Mad world (Chun Wong, 2016)

Ragazzo sulla trentina esce dall’ospedale psichiatrico, dove è stato ricoverato per un anno a causa di crisi bipolari.
Si ritrova a vivere a casa del padre che non vede da anni (un magnifico Eric Tsang), un buco di 3 metri quadri in un gigntesco casermone popolare sovraffollato.
Pian piano attraverso flashback scopriamo la storia del passato del protagonista, il rapporto difficile con la madre malata di demenza senile, di cui solo lui si prendeva carico; poi il rapporto sentimentale naufragato, le speculazioni finanziarie andate male… Poco a poco scopriamo nel dettaglio cosa ha condotto il ragazzo in una situazione tanto difficile da sviluppare la malattia psichiatrica.
Ma il cuore del film è il difficile rapporto tra chi soffre di malattia mentale e chi cerca di farsene carico, per senso del dovere prima ancora che per affetto, senza essere in grado però di mettere in campo delle competenze relazionali ed empatiche adeguate.

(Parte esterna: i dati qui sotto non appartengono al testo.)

def fit_design(design: Design, measurement: Measurement, free, *, use_phase: bool = True,
               phase_weight: float = PHASE_WEIGHT_DB_PER_DEG) -> FitResult:
    """Fit free design values so the model matches a measurement.

    Parameters
    ----------
    design : Design
        Starting design (the known values and the first guesses).
    measurement : Measurement
        Measured magnitude [dB] and optional phase [deg] of ``measurement.kind``.
    free : sequence of FreeValue or str
        The values to fit, e.g. ``["tail.capacitance=1p:10p", "tail.resistance",
        "mismatch.load=-0.05:0.05"]``.
    use_phase : bool
        Fit the phase too when the measurement has it.
    phase_weight : float
        Weight of one degree of phase residual [dB/deg].

    Returns
    -------
    FitResult

    Raises
    ------
    FitError
        Bad free values, too few points, or no feasible design at the result.
    """
    from freqpair.analysis.responses import StageResponses
    from freqpair.circuit.stage import build_stage

    spec = _prepare(design, free)
    keys = [k for k, *_ in spec]
    init = np.array([v for _, v, _, _, _ in spec])
    linear = np.array([lin for *_, lin in spec], dtype=bool)
    lo_v = np.array([b for _, _, b, _, _ in spec])
    hi_v = np.array([b for _, _, _, b, _ in spec])
    lo = np.where(linear, lo_v, np.log(np.where(linear, 1.0, lo_v)))
    hi = np.where(linear, hi_v, np.log(np.where(linear, 1.0, hi_v)))
    safe_init = np.where(init > 0, init, 1.0)
    x_base = np.where(linear, init, np.where(init > 0, np.log(safe_init), 0.5 * (lo + hi)))
    x_base = np.clip(x_base, lo, hi)
    x_scale = np.where(linear, 0.25 * (hi - lo), 1.0)
    f = measurement.f_hz
    meas_db = measurement.magnitude_db
    phase = measurement.phase_deg if use_phase else None
    m = f.size + (f.size if phase is not None else 0)
    n = len(keys)
    if m <= n:
        raise FitError(f"{measurement.origin}: {m} residuals cannot fix {n} free "
                       "values; measure more frequencies")

    def values_at(x) -> np.ndarray:
        return np.where(linear, x, np.exp(np.where(linear, 0.0, x)))

    def design_at(x) -> Design:
        d = design
        for key, value in zip(keys, values_at(x)):
            d = replace_value(d, key, float(value))
        return d

    def residuals(x, strict=False):
        try:
            h = model_response(StageResponses(build_stage(design_at(x))), measurement.kind, f)
        except FreqpairError:
            if strict:
                raise
            return np.full(m, _PENALTY_DB)
        r = 20.0 * np.log10(np.abs(h)) - meas_db
        if phase is not None:
            dphi = wrap_deg(np.degrees(np.angle(h)) - phase)
            r = np.concatenate([r, phase_weight * dphi])
        return r

    starts, mirror = _starts(spec, x_base, lo, hi)
    # a bad starting design is the user's error, say so — unless only its matched sides
    # null the gain (A_cm-dm at δ = 0) and the mismatched start is fine
    try:
        r0 = residuals(x_base, strict=True)
    except FreqpairError:
        if np.array_equal(starts[0], x_base):
            raise
        residuals(starts[0], strict=True)
        r0 = None
    sols = []
    for x0 in starts:
        sol = least_squares(residuals, x0, bounds=(lo, hi), method="trf", x_scale=x_scale,
                            diff_step=1e-6, xtol=1e-10, ftol=1e-10, gtol=1e-10, max_nfev=200)
        try:
            r = residuals(sol.x, strict=True)
        except FreqpairError:
            r = None
        sols.append((sol, r))
    feasible = [(sol, r) for sol, r in sols if r is not None]
    if not feasible:
        try:
            residuals(sols[0][0].x, strict=True)
        except FreqpairError as exc:
            raise FitError(f"fit ended at an infeasible design: {exc}") from None
    costs = [float(r @ r) for _, r in feasible]
    best = int(np.argmin(costs))
    sign_open = False
    if len(feasible) == 2:
        s2_best = max(costs[best] / (m - n), NOISE_FLOOR_DB ** 2)
        (sa, _), (sb, _) = feasible
        opposite = all(sa.x[k] * sb.x[k] < 0 for k in mirror)
        if opposite and abs(costs[0] - costs[1]) / s2_best < SIGN_CHI2:
            sign_open = True
            best = 0      # a tie: keep the design's sign (+ when the design has 0)
    sol, r = feasible[best]
    nfev = sum(s.nfev for s, _ in sols)

    x = sol.x
    est = values_at(x)
    s2 = float(r @ r) / (m - n)
    s_eff2 = max(s2, NOISE_FLOOR_DB ** 2)
    # linear values are judged on their own scale: max(|estimate|, 1 % of the bound span)
    scale = np.where(linear, np.maximum(np.abs(est), 0.01 * (hi - lo)), 1.0)
    J = sol.jac * scale
    _, sv, vt = np.linalg.svd(J, full_matrices=False)
    tiny = sv <= 1e-12 * (sv[0] if sv.size and sv[0] > 0 else 1.0)
    with np.errstate(divide="ignore"):
        inv_sv2 = np.where(tiny, np.inf, 1.0 / np.where(tiny, 1.0, sv) ** 2)
    # diag(V · diag(1/σ²) · Vᵀ), with 0·∞ taken as 0 (a direction the key does not move in)
    weights = vt.T ** 2
    with np.errstate(invalid="ignore"):
        var_unit = np.array([np.sum(np.where(w > 1e-24, w * inv_sv2, 0.0)) for w in weights])
    scaled_sigma = np.sqrt(s2 * var_unit)           # in ln p, or in units of `scale`
    scaled_sigma_floor = np.sqrt(s_eff2 * var_unit)

    flat = []
    for i, sval in enumerate(sv):
        if tiny[i] or math.sqrt(s_eff2) / sval > MAX_RELATIVE_SIGMA:
            members = tuple(keys[k] for k in np.nonzero(np.abs(vt[i]) > 0.3)[0])
            flat.append(members)

    values, warnings = [], []
    d_out = design
    for k, key in enumerate(keys):
        at_lo, at_hi = x[k] - lo[k], hi[k] - x[k]
        tol = _BOUND_TOL * (hi[k] - lo[k]) if linear[k] else _BOUND_TOL
        at_bound = bool(at_lo < tol or at_hi < tol)
        ident = bool(math.isfinite(scaled_sigma_floor[k])
                     and scaled_sigma_floor[k] <= MAX_RELATIVE_SIGMA)
        if not math.isfinite(scaled_sigma[k]):
            sig = rs = None
        elif linear[k]:
            sig = float(scale[k] * scaled_sigma[k])
            rs = sig / abs(est[k]) if est[k] != 0 else None
        else:
            rs = float(scaled_sigma[k])
            sig = float(est[k] * rs)
        fitted = float(est[k]) if ident else float(init[k])
        if not ident:
            judged = scaled_sigma_floor[k]
            warnings.append(f"{key}: not identifiable from this measurement (the data hardly "
                            f"change with it; relative uncertainty "
                            f"{'∞' if not math.isfinite(judged) else f'{judged:.0%}'}); "
                            f"kept at the design value {init[k]:.4g}")
        elif at_bound:
            side = "lower" if at_lo < tol else "upper"
            warnings.append(f"{key}: ended at its {side} bound {est[k]:.4g}; widen the bounds "
                            "(the uncertainty shown assumes it is free)")
        sign_ok = not (sign_open and k in mirror)
        if not sign_ok and ident:
            warnings.append(f"{key}: sign not identifiable from magnitude data; phase data "
                            f"needed (+{abs(est[k]):.4g} and −{abs(est[k]):.4g} fit equally "
                            "well: swapping the sides gives the same magnitude); kept the "
                            f"{'design' if init[k] != 0 else 'positive'} sign")
        if ident:
            d_out = replace_value(d_out, key, fitted)
        values.append(FittedValue(key, float(init[k]), fitted, float(est[k]), sig, rs,
                                  float(lo_v[k]), float(hi_v[k]), at_bound, ident,
                                  "linear" if linear[k] else "log", sign_ok))
    for members in flat:
        if len(members) > 1:
            warnings.append("flat direction: " + ", ".join(members) +
                            " trade off against each other (only a combination is seen)")
    if phase is not None:
        # judged at the best of the starts: a free mismatch may flip the sign itself
        off = []
        for x0 in starts:
            try:
                rs0 = residuals(x0, strict=True)
            except FreqpairError:
                continue
            off.append(np.median(np.abs(rs0[f.size:] / phase_weight)))
        if off and min(off) > 150.0:
            warnings.append("the measured phase is about 180° from the model's at the start: "
                            "check the sign convention (DESIGN.md §2) or fit without phase")
    if not sol.success:
        warnings.append(f"optimiser did not converge: {sol.message}")
    nf = f.size
    rms_deg = None
    if phase is not None:
        rms_deg = float(np.sqrt(np.mean((r[nf:] / phase_weight) ** 2)))
    rms0 = None if r0 is None else float(np.sqrt(np.mean(r0[:nf] ** 2)))
    return FitResult(d_out, measurement.kind, tuple(values),
                     float(np.sqrt(np.mean(r[:nf] ** 2))), rms0,
                     rms_deg, int(nf), tuple(float(v) for v in sv), tuple(flat), tuple(warnings),
                     int(nfev))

Il tutto sullo sfondo di una Hong Kong fredda, distaccata, anafettiva, giudicante e colpevolizzante, che guarda solo al denaro, al vantaggio individuale.

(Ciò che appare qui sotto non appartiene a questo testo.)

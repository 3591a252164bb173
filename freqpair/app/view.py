"""The explorer's view: widgets, figures and one ``update`` wired to all controls.

All numbers come from :func:`freqpair.views.explore.explore`; this module only
copies them into data sources. :func:`make_doc` builds a whole document (the
directory app's ``main.py`` calls it; tests call it on a fresh Document).
"""
from __future__ import annotations

from dataclasses import dataclass

import numpy as np
import tomli_w
from bokeh.layouts import column, row
from bokeh.models import (Button, ColumnDataSource, CustomJS, DataTable, Div, FileInput,
                          InlineStyleSheet, Select, Slider, TableColumn, TabPanel, Tabs,
                          TextInput)

from freqpair.design.files import BUILTIN_EXAMPLE, design_from_text, load_design
from freqpair.design.schema import design_to_dict, parse_design
from freqpair.design.keys import replace_value
from freqpair.design.errors import FreqpairError
from freqpair.views.explore import (
    EXPLORE_PARTS,
    KIND_CHOICES,
    EditableValue,
    curves_csv,
    design_difference,
    editable_values,
    explore,
    explore_grid,
    parse_target_db,
    switch_kind,
    with_second_stage,
)
from freqpair.views.plots import (
    GAIN_SERIES,
    PALETTE,
    bode_figure,
    cmrr_figure,
    pole_zero_figure,
    set_cmrr_balanced,
    set_gain_hover,
    set_legend_label,
    show_legend_item,
)
from freqpair.app.measured_panel import MAX_FILE_BYTES, MeasuredPanel, upload_text
from freqpair.app.sources import set_columns
from freqpair.app.limits import MAX_PINS, N_POINTS
from freqpair.app.pinned import label_pin_legends
from freqpair.app.pole_paths import PolePaths
from freqpair.app.redraw import redraw_on_new_data as _redraw_on_new_data
from freqpair.app.structure_controls import StructureControls, structure_key

__all__ = ["make_doc", "Explorer", "MAX_FILE_BYTES", "N_POINTS", "MAX_PINS", "Pin"]

#: Fixed views whose content is computed only while shown: title -> explore() part.
_LAZY_VIEWS = {"Poles & zeros": "poles_zeros", "Numbers": "metrics",
               "Hand estimates": "hand"}

SIDEBAR_PX = 410
#: Index of the Poles & zeros view in the ``views`` tabs (its pole paths are
#: computed only while it is open).
_POLES_VIEW = 2

#: Legend words of the primary gain (``explore(...)["primary"]``).
_PRIMARY_LABEL = {"adm": "differential gain A_dm",
                  "adm_se": "differential gain A_dm,se (o2)",
                  "a_total": "overall gain A_total (second stage out)"}

_SECTIONS = (("Supply & bias", ("supply.", "bias.")), ("Pair", ("pair.",)),
             ("Load", ("load.",)), ("Tail", ("tail.",)),
             ("Loop", ("feedback.", "second_stage.")),
             ("More", ("source.", "mismatch.", "sweep.")))

_DOWNLOAD_JS = """
const d = source.data;
if (!d.text || d.text.length === 0) { return; }
const blob = new Blob([d.text[0]], {type: d.mime[0]});
const url = URL.createObjectURL(blob);
const a = document.createElement("a");
a.href = url; a.download = d.filename[0];
document.body.appendChild(a); a.click(); a.remove();
setTimeout(() => URL.revokeObjectURL(url), 1000);
"""

#: Table heights: the Numbers and Hand estimates views fit a 1366×768 screen (the
#: grid scrolls inside when a design has more rows).
_TABLE_PX = 470
#: Hand-estimate rows hold up to three lines of the wrapped method text.
_HAND_ROW_PX = 42
#: Wrap the hand table's quantity and method cells (the grid's cells do not wrap).
_WRAP_CSS = """
.slick-cell.l0, .slick-cell.l4 { white-space: normal; line-height: 1.15; text-overflow: clip; }
.slick-cell { display: flex; align-items: center; }
"""

#: Repaint a legend after one of its items changes (label or visibility). Bokeh 3.7–3.9
#: rebuild the legend's entries at once, with blank swatch canvases, but paint them
#: only with the plot's next paint; when that came first (the same server message also
#: moved the curves) the legend kept blank swatches (measured in DEVELOPERS.md; 3.10
#: requests the paint itself). The microtask runs after the legend has rebuilt them.
_REPAINT_LEGEND_JS = """
Promise.resolve().then(() => {
  for (const view of Bokeh.index.find(legend)) {
    if (typeof view.request_paint === "function") { view.request_paint(); }
  }
});
"""

_CSS_HEADER = ("background:#1f2a36;color:#fbf8f3;padding:6px 12px;border-radius:4px;"
               "font-family:sans-serif;")


def _empty(columns):
    return {c: [] for c in columns}


def _repaint_legends_on_change(fig) -> None:
    """Make the page repaint ``fig``'s legends whenever one of their items changes."""
    for legend in fig.legend:
        code = CustomJS(args={"legend": legend}, code=_REPAINT_LEGEND_JS)
        for item in legend.items:
            item.js_on_change("label", code)
            item.js_on_change("visible", code)


@dataclass(frozen=True)
class Pin:
    """One pinned snapshot: its number (1, 2, ... since the last clear), the pin
    slot it is drawn in (colour and dash) and the design it shows."""

    number: int
    slot: int
    design: object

L’abbraccio finale tra padre e figlio, che apre alla dimensione della speranza, alla possibilità di un contatto umano autentico e profondo, lo aspettavo da almeno mezz’ora di film, era l’unica cosa che poteva far bene e risultare da antidoto alla sofferenza e alla solitudine del protagonista.

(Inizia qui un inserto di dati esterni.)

def with_element(design, kind: str, nodes, value, name: str | None = None,
                 control=None):
    """A copy of ``design`` with one more ``[[element]]`` (DESIGN.md §7d).

    Parameters
    ----------
    kind : {"resistor", "capacitor", "transconductance"}
    nodes : (str, str)
        The two nodes it joins (names from :func:`freqpair.design.schema.stage_nodes`).
    value : str or float
        Ω, F or S; SI text such as ``"150 fF"``.
    name : str, optional
        Shown where contributors are listed; empty means none.
    control : (str, str), optional
        The controlling nodes of a transconductance.

    Raises
    ------
    DesignError
        One line naming the key (``element.N....``) and the value.
    """
    if kind not in ELEMENT_KINDS:
        raise DesignError(f"element kind = {kind!r}: must be one of "
                          f"{', '.join(ELEMENT_KINDS)}")
    value = value.strip() if isinstance(value, str) else value
    if value == "":
        raise DesignError(f"element.{len(design.element)}.value = '': give a value "
                          f"(e.g. 150 fF)")
    item = {"kind": kind, "nodes": list(nodes), "value": value}
    if name is not None and str(name).strip():
        item["name"] = str(name).strip()
    if kind == "transconductance":
        item["control"] = list(control) if control is not None else ["o1", "ground"]
    data = design_to_dict(design)
    data.setdefault("element", []).append(item)
    return parse_design(data)


def without_element(design, index: int):
    """A copy of ``design`` without its ``index``-th added element (from 0).

    Raises
    ------
    DesignError
        No such element.
    """
    data = design_to_dict(design)
    items = data.get("element", [])
    if not 0 <= index < len(items):
        raise DesignError(f"element.{index}: no such element ({len(items)} added)")
    items.pop(index)
    if not items:
        data.pop("element", None)
    return parse_design(data)


def switch_feedback(design, kind: str):
    """A copy of ``design`` whose loop is ``kind``: "none", "factor" or "divider".

    A divider made from a factor β keeps β at DC: R_g = :data:`DIVIDER_SHUNT_OHM`,
    R_f = R_g·(1 − β)/β, no capacitors; a factor made from a divider takes its
    DC value R_g/(R_f + R_g); a loop added where there was none starts at
    β = :data:`DEFAULT_FACTOR` (a divider 90 k over 10 k).

    Raises
    ------
    DesignError
        Unknown kind, or a factor of 1 or more made a divider (one line).
    """
    if kind not in FEEDBACK_KINDS:
        raise DesignError(f"feedback.type = {kind!r}: must be one of "
                          f"{', '.join(FEEDBACK_KINDS)}")
    now = design.feedback.type if design.feedback is not None else "none"
    if kind == now:
        return design
    data = design_to_dict(design)
    beta = design.feedback.factor if design.feedback is not None else DEFAULT_FACTOR
    if kind == "none":
        data.pop("feedback", None)
    elif kind == "factor":
        data["feedback"] = {"type": "factor", "factor": float(f"{beta:.6g}")}
    else:
        if not 0 < beta < 1:
            raise DesignError(f"feedback.factor = {beta:g}: a divider gives β below 1 — "
                              "set a smaller factor first")
        r_g = DIVIDER_SHUNT_OHM
        data["feedback"] = {"type": "divider",
                            "series_resistance": float(f"{r_g * (1 - beta) / beta:.6g}"),
                            "series_capacitance": 0.0, "shunt_resistance": r_g,
                            "shunt_capacitance": 0.0}
    return parse_design(data)


# ------------------------------------------------------------------ widgets
_ROW_PX = 28
_MARGIN = (1, 4, 1, 4)
_WORDS = {"none": "no loop", "factor": "fixed factor β_f", "divider": "divider R_f, R_g"}


def _html(text: str) -> str:
    return str(text).replace("&", "&amp;").replace("<", "&lt;").replace(">", "&gt;")


def element_label(el) -> str:
    """Short words for one added element: ``"capacitor t–ground (tail wiring)"``."""
    words = f"{el.kind} {el.nodes[0]}–{el.nodes[1]}"
    if el.kind == "transconductance":
        words += f" ctl {el.control[0]}–{el.control[1]}"
    return words + (f" ({el.name})" if el.name else "")


class StructureControls:
    """The cascode choice (Pair tab), the loop kind (Loop tab) and the element list
    (More tab) of one explorer session.

    Parameters
    ----------
    explorer : freqpair.app.view.Explorer
        Its :meth:`~freqpair.app.view.Explorer.apply_structure` takes each new
        design (or the error that refused it), :meth:`~freqpair.app.view.Explorer.edit`
        each element value typed.
    """

    def __init__(self, explorer):
        self.explorer = explorer

    # ------------------------------------------------------------- pair
    def pair_rows(self, rows, width: int) -> list:
        """The Pair tab: the cascode choice, then the pair device's rows and (when
        cascoded, behind a switch on the same line, so the tab fits the screen) the
        cascode's rows. A degeneration of 0 is none (DESIGN.md §7a)."""
        from bokeh.layouts import column, row
        from bokeh.models import Div, RadioButtonGroup, Select
        design = self.explorer.design
        has = design.pair.cascode is not None
        if getattr(self, "_cascode_line", None) is None:    # made once, then reused
            choice = Select(name="pair_cascode", value="cascoded" if has else "none",
                            options=[("none", "none"), ("cascoded", "cascoded")],
                            width=104, height=_ROW_PX, margin=_MARGIN)
            choice.on_change("value", self._cascode_changed)
            self.cascode_select = choice
            label = Div(text="<span style='font-size:12px' title='pair.cascode (§7c)'>"
                             "cascode</span>", width=60, margin=(6, 4, 0, 4))
            self._cascode_line = row(label, choice, name="row:pair_cascode")
        choice = self.cascode_select
        label = self._cascode_line.children[0]
        self._set_quietly(choice, "cascoded" if has else "none")
        own = [r for r in rows if not r.name.startswith("row:pair.cascode.")]
        casc = [r for r in rows if r.name.startswith("row:pair.cascode.")]
        if not has:
            return [self._cascode_line, *own]
        own_col = column(*own, spacing=0, name="pair_device_rows")
        casc_col = column(*casc, spacing=0, name="pair_cascode_rows", visible=False)
        which = RadioButtonGroup(name="pair_rows_choice", labels=["pair device", "cascode"],
                                 active=0, height=_ROW_PX, margin=_MARGIN)

        def flip(attr, old, new):
            own_col.visible, casc_col.visible = new == 0, new == 1
        which.on_change("active", flip)
        self._cascode_line = None          # its widgets now sit in this line
        return [row(label, choice, which, name="row:pair_cascode"), own_col, casc_col]

    def _set_quietly(self, widget, value) -> None:
        """Show ``value`` in a selector without it counting as the user's choice."""
        if widget.value != value:
            before = self.explorer._syncing
            self.explorer._syncing = True
            try:
                widget.value = value
            finally:
                self.explorer._syncing = before

    def _cascode_changed(self, attr, old, new):
        if self.explorer._syncing:
            return
        self.explorer.apply_structure(lambda d: with_cascode(d, new == "cascoded"))

    def sync(self) -> None:
        """Show the design on screen in the selectors (after a refused change);
        called with the explorer's callbacks muted."""
        design = self.explorer.design
        sel = getattr(self, "cascode_select", None)
        if sel is not None:
            sel.value = "cascoded" if design.pair.cascode is not None else "none"
        sel = getattr(self, "feedback_select", None)
        if sel is not None:
            sel.value = design.feedback.type if design.feedback is not None else "none"

    # ------------------------------------------------------------- loop
    def feedback_row(self):
        """A selector: no loop, a fixed factor or a divider (its four values as rows)."""
        from bokeh.layouts import row
        from bokeh.models import Div, Select
        design = self.explorer.design
        now = design.feedback.type if design.feedback is not None else "none"
        if getattr(self, "_feedback_line", None) is None:   # made once, then reused
            sel = Select(name="feedback_kind", value=now,
                         options=[(k, _WORDS[k]) for k in FEEDBACK_KINDS], width=170,
                         height=_ROW_PX, margin=_MARGIN)
            sel.on_change("value", self._feedback_changed)
            self.feedback_select = sel
            self._feedback_line = row(Div(text="<span style='font-size:12px'>loop</span>",
                                          width=132, margin=(6, 4, 0, 4)), sel,
                                      name="row:feedback_kind")
        self._set_quietly(self.feedback_select, now)
        return self._feedback_line

    def _feedback_changed(self, attr, old, new):
        if self.explorer._syncing:
            return
        self.explorer.apply_structure(lambda d: switch_feedback(d, new))

    # ------------------------------------------------------------- elements
    def element_rows(self, width: int) -> list:
        """The added elements (value box and remove button each) and an "add" row.

        The heading and the "add" rows are made once per session, an element's
        line once per (position, element): a rebuild for another reason sends
        the page no new widgets.
        """
        from bokeh.layouts import row
        from bokeh.models import Button, Div, Select, TextInput
        design = self.explorer.design
        none = "" if design.element else " — none yet"
        nodes = stage_nodes(design)
        opts = [(n, n) for n in nodes]
        if getattr(self, "_element_fixed", None) is None:
            heading = Div(width=width - 20, margin=(8, 4, 2, 4))
            self.kind = Select(name="element_kind", value="capacitor",
                               options=list(ELEMENT_KINDS), width=106, height=_ROW_PX,
                               margin=_MARGIN)
            self.node_a = Select(name="element_node_a", value="t", options=opts, width=76,
                                 height=_ROW_PX, margin=_MARGIN)
            self.node_b = Select(name="element_node_b", value="ground", options=opts, width=76,
                                 height=_ROW_PX, margin=_MARGIN)
            self.value = TextInput(name="element_value", placeholder="150 fF", width=58,
                                   height=_ROW_PX, margin=_MARGIN)
            self.name = TextInput(name="element_name", placeholder="name (optional)",
                                  width=118, height=_ROW_PX, margin=_MARGIN)
            self.ctl_a = Select(name="element_control_a", value="o1", options=opts, width=72,
                                height=_ROW_PX, margin=_MARGIN, visible=False)
            self.ctl_b = Select(name="element_control_b", value="ground", options=opts,
                                width=72, height=_ROW_PX, margin=_MARGIN, visible=False)
            ctl_words = Div(text="<span style='font-size:12px'>controlled by</span>",
                            margin=(6, 4, 0, 4), visible=False)

            def kind_changed(attr, old, new):
                for w in (self.ctl_a, self.ctl_b, ctl_words):
                    w.visible = new == "transconductance"
            self.kind.on_change("value", kind_changed)
            add = Button(label="Add", name="add_element", width=44, height=_ROW_PX,
                         margin=_MARGIN, button_type="primary")
            add.on_click(self.add)
            self._element_fixed = (
                heading,
                row(self.kind, self.node_a, self.node_b, self.value, add,
                    name="row:add_element"),
                row(self.name, ctl_words, self.ctl_a, self.ctl_b, name="row:add_element_2"))
            self._element_lines = {}
        heading, add_row, add_row_2 = self._element_fixed
        heading.text = (f"<b>Added elements</b> <small>(parasitics, wiring: §7d; they enter "
                        f"every result){none}</small>")
        names = [n for n, _ in opts]
        for sel, fallback in ((self.node_a, "t"), (self.node_b, "ground"),
                              (self.ctl_a, "o1"), (self.ctl_b, "ground")):
            if list(sel.options) != opts:
                sel.options = opts
            if sel.value not in names:
                sel.value = fallback if fallback in names else names[0]
        out = [heading]
        lines = {}
        for i, el in enumerate(design.element):
            text = element_label(el)
            value = format_si(el.value, ELEMENT_KINDS[el.kind], digits=6)
            line = self._element_lines.get((i, text))
            if line is None:
                label = Div(text=f"<span title='element.{i}' style='font-size:12px'>"
                                 f"{_html(text)}</span>", width=200, margin=(6, 4, 0, 4))
                box = TextInput(name=f"text:element.{i}.value", width=90, height=_ROW_PX,
                                margin=_MARGIN, value=value)
                box.on_change("value", self._value_changed(i))
                rm = Button(label="×", name=f"remove_element:{i}", width=30, height=_ROW_PX,
                            margin=_MARGIN, button_type="light")
                rm.on_click(self._remover(i))
                line = row(label, box, rm, name=f"row:element.{i}")
            else:
                self._set_quietly(line.children[1], value)
            lines[(i, text)] = line
            out.append(line)
        self._element_lines = lines          # lines of removed elements are let go
        return out + [add_row, add_row_2]

    def add(self) -> bool:
        """Add the element described by the "add" row (refused with one line when invalid)."""
        kind = self.kind.value
        control = (self.ctl_a.value, self.ctl_b.value) if kind == "transconductance" else None
        nodes = (self.node_a.value, self.node_b.value)
        value, name = self.value.value, self.name.value
        return self.explorer.apply_structure(
            lambda d: with_element(d, kind, nodes, value, name, control))

    def _remover(self, index: int):
        def cb(*_):
            self.explorer.apply_structure(lambda d: without_element(d, index))
        return cb

    def _value_changed(self, index: int):
        def cb(attr, old, new):
            if not self.explorer._syncing:
                self.explorer.edit(f"element.{index}.value", new)
        return cb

Ricordavo Eric Tsang nel suo elemento in commedie sciocchine del tipo di It’s a mad mad world, è stato piacevole vederlo a suo agio in un film quasi omonimo ma dal mood tanto diverso!

Opera prima del regista, che ha scritto qualche altra sceneggiatura sempre nel 2016, poi imdb non riporta più nulla. Che senso ha scomparire dall’ambiente dopo un’opera prima così, che ha fatto incetta di premi a destra e a manca? Ma che fine ha fatto, è morto per caso (con tutti gli scongiuri possibili e immaginabili…)?